From Kafka to ZeroMQ for real-time log aggregation

  • I used to be on a team responsible for a single small-ish Kafka cluster (between 6-12 nodes) doing non-trivial throughput on bare metal. Without commenting on whether ZeroMQ is the right alternative: I can understand being scared off. Our hand was forced such that we had to go the other way and understand what was going on in Kafka.

    The kicker is that Kafka can be rock solid in terms of handling massive throughput and reliability when the wheels are well greased, but there are a lot of largely undocumented lessons to learn along the way RE: configuration and certain surprising behavior that can arise at scale (such as https://issues.apache.org/jira/browse/KAFKA-2063, which our team ran into maybe a year ago & is only being fixed now).

    Symptoms of these issues can cause additional knock-on effects with respect to things like leader election (we wound up with a "zombie leader" in our cluster that caused all sorts of bizarre problems) and graceful shutdowns.

    Add to that the fact the software is still very much under active development (sporadic partition replica drops after an upgrade from 0.8.1 to 0.8.2; we had to apply some small but crucial patches from Uber's fork) & that it needs a certain level of operational maturity to monitor it all ... it's easy to get nervous about what the next "surprise" will be.

    Having said all that, I'd use Kafka again in a heartbeat for those high volume use cases where reliability matters.
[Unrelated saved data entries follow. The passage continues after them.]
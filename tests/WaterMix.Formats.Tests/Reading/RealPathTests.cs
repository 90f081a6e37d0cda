using WaterMix.Formats.Reading;

namespace WaterMix.Formats.Tests.Reading;

public sealed class RealPathTests : IDisposable
{
    private readonly string _folder = RealPath.Of(Directory.CreateTempSubdirectory("watermix-path").FullName);

    public void Dispose() => Directory.Delete(_folder, recursive: true);

    [Theory]
    [InlineData("a.csv")]
    [InlineData("./a.csv")]
    [InlineData("inner/../a.csv")]
    [InlineData("link.csv")]
    [InlineData("linktolink.csv")]
    [InlineData("innerlink/../a.csv")]
    [InlineData("inner/back/a.csv")]
    public void Of_AnyNameOfAFile_IsOnePath(string name)
    {
        File.WriteAllText(Path.Combine(_folder, "a.csv"), "");
        Directory.CreateDirectory(Path.Combine(_folder, "inner"));
        File.CreateSymbolicLink(Path.Combine(_folder, "link.csv"), "a.csv");
        File.CreateSymbolicLink(Path.Combine(_folder, "linktolink.csv"), Path.Combine(_folder, "link.csv"));
        Directory.CreateSymbolicLink(Path.Combine(_folder, "inner", "back"), "..");
        Directory.CreateSymbolicLink(Path.Combine(_folder, "innerlink"), "inner");

        Assert.Equal(Path.Combine(_folder, "a.csv"), RealPath.Of(Path.Combine(_folder, name)));
    }

    [Fact]
    public void Of_NothingThere_IsTheFullPath() =>
        Assert.Equal(Path.Combine(_folder, "no", "such.csv"), RealPath.Of(Path.Combine(_folder, "no", ".", "such.csv")));

    [Fact]
    public void Of_LinksInACircle_EndsWithOneOfThem()
    {
        File.CreateSymbolicLink(Path.Combine(_folder, "a"), "b");
        File.CreateSymbolicLink(Path.Combine(_folder, "b"), "a");

        Assert.StartsWith(_folder, RealPath.Of(Path.Combine(_folder, "a")), StringComparison.Ordinal);
    }
}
Not sure I'd advise others without similar operational experience to do the same for anything mission critical, though -- unless you like stress. That stress is why Confluent is in business. :)
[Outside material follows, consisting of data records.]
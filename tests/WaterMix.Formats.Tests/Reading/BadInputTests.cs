using System.Text;
using WaterMix.Core;
using WaterMix.Formats.Matching;
using WaterMix.Formats.Reading;

namespace WaterMix.Formats.Tests.Reading;

/// <summary>Files that cannot be taken: each gives an error that says where, what was expected, what was found and what to do.</summary>
public class BadInputTests
{
    private const string Exchange = "BOTTLE,20000101TEST\n# é\nSTNNBR,CTDPRS,OXYGEN\n,DBAR,UMOL/KG\n";

    [Theory]
    [InlineData("")]
    [InlineData("\n\n  \n")]
    public void Open_EmptyFile_IsAnError(string text) => Assert.Equal("an empty file", ReadingHelp.Error(ReadingHelp.Findings(text)).Found);

    [Theory]
    [InlineData(new byte[] { 0x43, 0x44, 0x46, 1, 0, 0 }, "a NetCDF file")]
    [InlineData(new byte[] { 0x89, 0x48, 0x44, 0x46, 0x0D, 0x0A }, "an HDF5 or NetCDF-4 file")]
    [InlineData(new byte[] { 0x73, 0x2C, 0x00, 0x0A }, "a binary file (it holds NUL bytes)")]
    [InlineData(new byte[] { 0xFF, 0xFE, 0x61, 0x00 }, "UTF-16 text")]
    public void Open_BinaryFile_IsAnError(byte[] bytes, string found) => Assert.Equal(found, ReadingHelp.Error(ReadingHelp.Findings(bytes)).Found);

    [Theory]
    [InlineData("station,oxygen\n")]
    [InlineData("BOTTLE,20000101TEST\nSTNNBR,OXYGEN\n,UMOL/KG\nEND_DATA\n")]
    public void ReadBlocks_HeaderOnly_IsAnError(string text) => Assert.Equal("rows of data", ReadingHelp.Error(ReadingHelp.Findings(text)).Expected);

    [Theory]
    [InlineData("hello world\nthis is no table\n")]
    [InlineData("1,2,3\n4,5,6\n")]
    [InlineData("{ \"a\": 1 }\n")]
    public void Open_NoKnownColumnName_IsAnError(string text) =>
        Assert.True(ReadingHelp.Error(ReadingHelp.Findings(text)) is { Line: 1 } error && error.Expected.StartsWith("column names of samples", StringComparison.Ordinal));

    [Fact]
    public void ReadBlocks_ExchangeWithoutEndData_IsAnError()
    {
        Finding error = ReadingHelp.Error(ReadingHelp.Findings(Exchange + "1,10,200\n"));

        Assert.Contains("END_DATA", error.Expected, StringComparison.Ordinal);
    }

    [Fact]
    public void ReadBlocks_ExchangeCutOffWithinARow_SaysSoAndCountsTheRow()
    {
        IReadOnlyList<Finding> findings = ReadingHelp.Findings(Exchange + "1,10,200\n1,20");

        Assert.Equal(2, findings.Count(f => f.Severity == Severity.Error));
    }

    [Theory]
    [InlineData("BOTTLE,20000101TEST\n")]
    [InlineData("BOTTLE,20000101TEST\nSTNNBR,CTDPRS\n")]
    [InlineData("CTD,20000101TEST\nNUMBER_HEADERS = 3\nSTNNBR = 1\n")]
    public void Open_ExchangeCutOffInTheHeader_IsAnError(string text) =>
        Assert.Equal("the end of the file in the header", ReadingHelp.Error(ReadingHelp.Findings(text)).Found);

    [Theory]
    [InlineData("station;oxygen;nitrate\n1;200;3,1\n", "';' as the delimiter")]
    [InlineData("station\toxygen\tnitrate\n1\t200\t3.1\n", "tab as the delimiter")]
    [InlineData("station|oxygen|nitrate\n1|200|3.1\n", "'|' as the delimiter")]
    public void Open_OtherDelimiter_IsAnErrorWithTheRemedy(string text, string found)
    {
        Finding error = ReadingHelp.Error(ReadingHelp.Findings(text));

        Assert.Equal((1L, found), (error.Line!.Value, error.Found));
        Assert.Contains("--columns", error.Remedy, StringComparison.Ordinal);
    }

    [Fact]
    public void ReadBlocks_DecimalCommasThroughout_IsAnErrorWithTheRemedy()
    {
        IReadOnlyList<Finding> findings = ReadingHelp.Findings("station,oxygen,nitrate\n1,200,\"3,1\"\n2,201,\"3,2\"\n");

        Finding error = ReadingHelp.Error(findings);
        Assert.Equal(("nitrate", 2L, 2L), (error.Column!, error.Line!.Value, error.Count));
        Assert.Contains("decimalMark", error.Remedy, StringComparison.Ordinal);
    }

    [Fact]
    public void ReadBlocks_DecimalCommasInAColumnThatIsNotNeeded_IsAWarning()
    {
        IReadOnlyList<Finding> findings = ReadingHelp.Findings(
            "station,oxygen,nitrate\n1,200,\"3,1\"\n", new ReadingOptions { NeededQuantities = new HashSet<string> { "oxygen" } });

        Assert.DoesNotContain(findings, f => f.Severity == Severity.Error);
    }

    [Fact]
    public void ReadBlocks_DelimiterAndDecimalMarkDeclared_Reads()
    {
        var options = new ReadingOptions { Match = new ColumnMatchFile([]) { Delimiter = ';', DecimalMark = ',' } };

        Assert.Equal([3.1, -0.02], ReadingHelp.Table("station;nitrate\n1;3,1\n2;-0,02\n", options).Find("nitrate")!.Values.ToArray());
    }

    [Fact]
    public void Open_RepeatedHeaderName_IsAnErrorThatNamesBothColumns()
    {
        Finding error = ReadingHelp.Error(ReadingHelp.Findings("station,oxygen,nitrate,oxygen\n1,2,3,4\n"));

        Assert.Equal((1L, "'oxygen' as column 2 and column 4"), (error.Line!.Value, error.Found));
    }

    [Fact]
    public void ReadBlocks_WrongColumnCount_IsAnErrorThatSaysHowMany()
    {
        Finding error = ReadingHelp.Error(ReadingHelp.Findings("station,oxygen,nitrate\n1,2,3\n1,2\n1,2,3,4\n1,2,3\n"));

        Assert.Equal((3L, 2L, "3 columns, as in the header", "2"), (error.Line!.Value, error.Count, error.Expected, error.Found));
    }

    [Fact]
    public void ReadBlocks_OverlongLine_IsAnErrorInBoundedMemory()
    {
        byte[] text = Encoding.UTF8.GetBytes("station,oxygen\n1,2\n" + new string('7', 12_000_000) + "\n2,3\n");
        long before = GC.GetAllocatedBytesForCurrentThread();

        Finding error = ReadingHelp.Error(ReadingHelp.Findings(text));

        Assert.Equal(3L, error.Line);
        Assert.True(GC.GetAllocatedBytesForCurrentThread() - before < 12_000_000, "the whole line was held");
    }

    [Fact]
    public void ReadBlocks_BytesThatAreNotUtf8InARow_IsAnErrorWithLineAndColumn()
    {
        byte[] text = [.. "station,section,oxygen\n1,A,2\n2,"u8, 0xE9, .. ",3\n"u8];

        Finding error = ReadingHelp.Error(ReadingHelp.Findings(text));

        Assert.Equal((3L, "section", "bytes that are not UTF-8"), (error.Line!.Value, error.Column!, error.Found));
    }

    [Fact]
    public void ReadBlocks_NulByteInARow_IsAnError()
    {
        byte[] head = Encoding.UTF8.GetBytes("station,oxygen\n" + string.Concat(Enumerable.Repeat("1,200.25\n", 9_000)));

        Finding error = ReadingHelp.Error(ReadingHelp.Findings([.. head, .. "\x00"u8, .. ",3\n"u8]));

        Assert.Equal((9_002L, "a NUL byte"), (error.Line!.Value, error.Found));
    }

    [Fact]
    public void ReadBlocks_BytesThatAreNotUtf8InAComment_AreTolerated()
    {
        byte[] text = [.. "BOTTLE,20000101TEST\n# "u8, 0xE9, .. " \"\nSTNNBR,OXYGEN\n,UMOL/KG\n1,200\nEND_DATA\n"u8];

        Assert.Empty(ReadingHelp.Findings(text));
    }

    [Fact]
    public void Open_UnknownUnitOfANeededQuantity_IsAnError()
    {
        const string Csv = "station,oxygen [furlongs],nitrate\n1,2,3\n";

        Finding warning = Assert.Single(ReadingHelp.Findings(Csv));
        Finding error = ReadingHelp.Error(ReadingHelp.Findings(Csv, new ReadingOptions { NeededQuantities = new HashSet<string> { "oxygen" } }));

        Assert.Equal((Severity.Warning, "'furlongs'"), (warning.Severity, warning.Found));
        Assert.Equal(("oxygen [furlongs]", "'furlongs'"), (error.Column!, error.Found));
    }

    [Fact]
    public void Open_TwoColumnsForANeededQuantity_IsAnErrorWithTheRemedy()
    {
        const string Csv = "station,O2 [umol/kg],dissolved oxygen [mL/L]\n1,200,4.5\n";

        Finding warning = Assert.Single(ReadingHelp.Findings(Csv));
        Finding error = ReadingHelp.Error(ReadingHelp.Findings(Csv, new ReadingOptions { NeededQuantities = new HashSet<string> { "oxygen" } }));

        Assert.Equal(Severity.Warning, warning.Severity);
        Assert.Equal("'O2 [umol/kg]' and 'dissolved oxygen [mL/L]'", error.Found);
        Assert.Contains("match file", error.Remedy, StringComparison.Ordinal);
    }

    [Fact]
    public void Open_SeveralFaults_ListsThemAll()
    {
        IReadOnlyList<Finding> findings = ReadingHelp.Findings("station,oxygen,nitrate,oxygen\n1,2,3\n1,\"2,5\",3,4\n1,n.d.,3,4\n");

        Assert.True(findings.Count >= 3, string.Join("\n", findings));
    }

    [Fact]
    public void Open_FileThatIsNotThere_IsAnError()
    {
        using OpenedSamples opened = SampleReader.Open(["nowhere/at_all.csv"], new ReadingOptions());

        Assert.True(opened.HasErrors);
        Assert.Empty(opened.ReadBlocks(TestContext.Current.CancellationToken));
    }
}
  • To me it sounds like Kafka was not understood in full detail (maybe because missing documentation or the high complexity) and they switched to a system they build themselves. Naturally they know in full detail what is going on and can set up the system as needed.

    I am wondering if working on solving the actual problems with Kafka would have been the better route. I've never used Kafka and i find ZeroMQ great, but reading that their logging solution does drop log messages is a huge no-go for operations. How can you claim to run a serious business and say "babies will die" when you can't be sure to be able to find problems?

    Because, when will you lose logs? Not in normal operation, but when weird things happen. When networking has a hiccup. When Load on the system is too high, so most likely when many people are using your service. Exactly when shit hits the fan. And you just made the decision that it's ok to drop log messages in such cases? That's not good.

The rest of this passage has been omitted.